In line with our own 27012 accreditation, we have multiple layers of physical and logical security in place in our premises. Our building is secured with multiple layers of key-based access with registered key holders and controlled access to keys. Our building entrance is secured with a shutter and the building is alarmed and monitored 24x7x365.
Access to data on our internal systems is restricted according to business need and each user has a unique password and username and all systems are logged and monitored for unusual behaviour 24×7. We employ a full suite of anti-malware systems and all updates and patches are applied and checked regularly by our internal team. Our network is protected by a controlled and monitored hardware firewall. Each computer has software firewalling enabled and controlled.
We have multiple logging and monitoring systems internally that continually monitor and record successful and unsuccessful access to data stored on our systems.
Data Collection Policy Statement
We do not have to appoint a DPO as stipulated under the terms of the regulation, but any enquiries on this matter should be addressed to the [email protected] email address.
We collect data in order to provide quotes to prospective clients and to fulfil contractual requirements. This information may be retained for up to 7 years for financial recording reasons as required by regulators. Further, data may be retained for the purposes of client communication, the marketing of similar services and for regulatory or legal defence reasons until such time as these details would no longer be relevant or required. If this contractually necessary information is not provided we will be unable to satisfactorily communicate with clients and so be unable to act effectively on any requests from such clients.
This data will be in the form of names, email addresses, telephone numbers and other contact details such as Instant Messaging account names, IP addresses and possibly other online identifiers.

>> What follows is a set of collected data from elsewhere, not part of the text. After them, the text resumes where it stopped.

The clock, as this file reads the specification (minutes after the shift's
start; every interval half-open):
  offset(t)   = (t - shift.start) mod 1440, in [0, shift.minutes]; for an
                end-like time (nurses[].end, patients[].leaves_at) offset 0
                is 1440 on a 24-hour shift
  presence    patient [a, b): a = arrives_at (expected admission: at) or 0,
                b = leaves_at or shift.minutes
  on duty     nurse [s, e): s = start or 0, e = end or shift.minutes
  parts       the presence cut at every nurse's end time strictly inside
                (a, b); each part goes to one nurse who is on throughout it
                and eligible (counted, skills with isolation needs, not
                avoided; a lock binds the first part)
  keeping     a part keeps the nurse of the part before it whenever she is
                on throughout it (hand-offs only at the end time of the nurse
                handing off)
  moments     the shift cut at every arrival, departure, start and end; at
                each moment each nurse's parts covering it keep every count
                rule (patient limit with the table, "1:N", high acuity,
                isolation separation, max_zones)
  break cover each timed break gets a cover from the break plan
                (break_plan below, as docs/model.md states it); during a
                kept cover the nurse on break and her cover hold at most
                the limit together at every moment (nobody: she holds none);
                the moments are also cut at the kept covers' edges
  care        C_present = ceil(C (b - a) / shift.minutes); the part [s, e)
                of [a, b) carries ceil(C_present (e - a) / (b - a))
                - ceil(C_present (s - a) / (b - a)); extras in full on the
                first part
  capacity    (e - s) - break minutes (timed breaks' total, else the
                nurse's break_minutes, else shift.break_minutes when she is on
                for at least half the shift, else 0)
  stages      1: min U = max over counted nurses of (duty + care) / capacity;
              ranks: the nurses pinned at U* held there, the heaviest of
              the others as low as it goes, and so on while nurses are
              pinned (docs/model.md, "Stage ranks"; highs_model.ranks);
              2: max L = min of the same, with every u(n) <= her level

Three kinds of check, one line each:
  * edge: fixed rosters under data/clock/ with hand-computed figures (the
    expectations in EDGE_CASES below, each with its arithmetic): crossing
    midnight, a patient leaving exactly when her nurse leaves, a discharge
    at 11:00 then an admission at 14:00 under 1:5, the ceiling arithmetic of
    a part, a 24-hour shift ending at 07:00, a nurse coming on at 11:00, a
    skill leaving mid-shift, a time outside the shift;
  * regression: the rosters data/clock/regress_*.yaml (each says what it
    once caught), checked as the generated ones;
  * generated: seeded rosters with churn (below); keel's JSON against the
    roster and against the reference optimum;
  * the reference against brute force on the generated rosters small enough
    to enumerate (every feasible one up to --brute-max combinations).

For every roster keel runs as `keel assign ROSTER -f json --time-limit S`:
exit 3 exactly when the reference finds no plan; otherwise exit 0 and
keel's plan (patients[].nurse, the first nurse, plus patients[].handoffs,
[{"at", "from", "to"}]) is rebuilt part by part and must keep every rule at
every moment, hand off only at the end time of the nurse handing off and
only where the patient's presence is cut; loads, capacities,
utilisations, each patient's care minutes (its parts' total), each
nurse's start, end and timeline (the count at every change, "off" when she
leaves) recomputed here; the stage values equal to the reference's when
both prove them, and never better than a proven optimum; keel's "ranks"
(the nurses pinned at the peak, their levels, the last rank) equal to the
reference's when both prove them, the lift compared only when both hold
the same levels, and the windows of the later stages taken from keel's
levels.  Every fourth feasible generated roster gets a nurse pinned at the
peak (pin_nurse: a heavy patient locked to her, here only while she is
on); the rosters with a pinned nurse are counted and must reach
--min-pinned of them.

Generated rosters: day (07:00) and night (19:00, crossing midnight) shifts
of 720 minutes, 2-5 nurses (at least one on the whole shift; others
07:00-15:00, 11:00-19:00, 09:00-17:00, 07:00-13:00, 13:00-19:00 and the
night equivalents such as 19:00-03:00), sometimes with timed breaks, a
charge nurse with duty minutes, a relief nurse (with or without a limit
that lets her take patients) or a break buddy (`covers`); 4-12 patients,
some discharged (at 09:00, 11:00, 13:00, 15:00 or exactly when a nurse
leaves), some transferred in (at 10:00, 12:00, 14:00, 16:00 or when a nurse
comes or goes), some expected admissions with `at`; a unit limit and/or
the California table (med-surg, telemetry, now and then icu), skills and
needs, now and then high acuity, isolation, zones and "1:N" ratios.  Every
fifth roster is made infeasible by the clock: a patient needs a skill only
a nurse leaving mid-shift holds, or admissions arrive when every nurse on
is full.  All ids and figures are invented.  A nurse given `minutes`
without `start`/`end` is never generated: the specification does not say
when such a nurse is on under the clock.

Usage: check_clock.py KEEL_EXE [--count 60] [--seed S] [--keel-seconds 5]
                      [--highs-seconds 10] [--jobs 2] [--keep DIR]
       check_clock.py --reference-only [--count 60]   (HiGHS vs brute force)
The last line is "N passed, M failed"; exit status 1 if M > 0, 77 when this
Python lacks numpy, scipy's milp or PyYAML.
"""

import argparse
import copy
import itertools
import os
import random
import re
import sys
import time
from fractions import Fraction


sys.path.insert(0, os.path.dirname(os.path.abspath(__file__)))
import requirements  # noqa: E402

requirements.require_modules()

import numpy as np  # noqa: E402
import yaml  # noqa: E402

import gen_rosters  # noqa: E402
import highs_model  # noqa: E402
import keel_run  # noqa: E402
from gen_rosters import flow_map  # noqa: E402
from highs_model import CALIFORNIA_TABLE, RosterError  # noqa: E402
from keel_run import EXIT_NAMES, PRINT_TOL, fmt6, is_num, run_keel, stderr_head  # noqa: E402

HERE = os.path.dirname(os.path.abspath(__file__))
EDGE_DIR = os.path.join(HERE, "data", "clock")
TOL = 1e-6          # agreement of printed stage values (the contract's 1e-6)
DAY_MINUTES = 1440


# ================================================================ the roster

def clock_of(value, what):
    """Minutes after midnight of an "HH:MM" time.  PyYAML reads a plain
    19:00 as the base-60 integer 1140 (YAML 1.1), which is the same number."""
    if isinstance(value, bool):
        raise RosterError("%s: %r is not a time" % (what, value))
    if isinstance(value, int):
        if 0 <= value < DAY_MINUTES:
            return value
        raise RosterError("%s: %r is not a time" % (what, value))
    m = re.fullmatch(r"(\d{1,2}):(\d\d)", str(value))
    if not m or int(m.group(1)) > 23 or int(m.group(2)) > 59:
        raise RosterError("%s: %r is not a time HH:MM" % (what, value))
    return int(m.group(1)) * 60 + int(m.group(2))


def hhmm(minute_of_day):
    minute_of_day %= DAY_MINUTES
    return "%02d:%02d" % (minute_of_day // 60, minute_of_day % 60)


def ceil_div(a, b):
    return -(-a // b)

We do not sell or transfer data onwards to other recipients, nor do we transfer data to third countries or international organisations that do not have an adequacy agreement.
Data subjects have the right to request objection, access, deletion, alteration, restriction of processing, withdrawal of consent, and data portability. We do not engage in profiling or automated decision making. To exercise these rights please contact us using the details provided above.
Data subjects also have a right to raise a complaint with the UK supervisory authority (the ICO) and their contact details can be found online.
Nothing on this statement constitutes legal advice. Specialist legal advice should be taken in relation to specific circumstances.
The contents of this site are for general information purposes only. Whilst we endeavour to ensure that the information in this statement is correct, no warranty, express or implied, is given as to its accuracy and we do not accept any liability for error or omission.
We shall not be liable for any damage (including, without limitation, damage for loss of business or loss of profits) arising in contract, tort or otherwise from the use of, or inability to use, this site or any material contained in it, or from any action or decision taken as a result of using this site or any such material.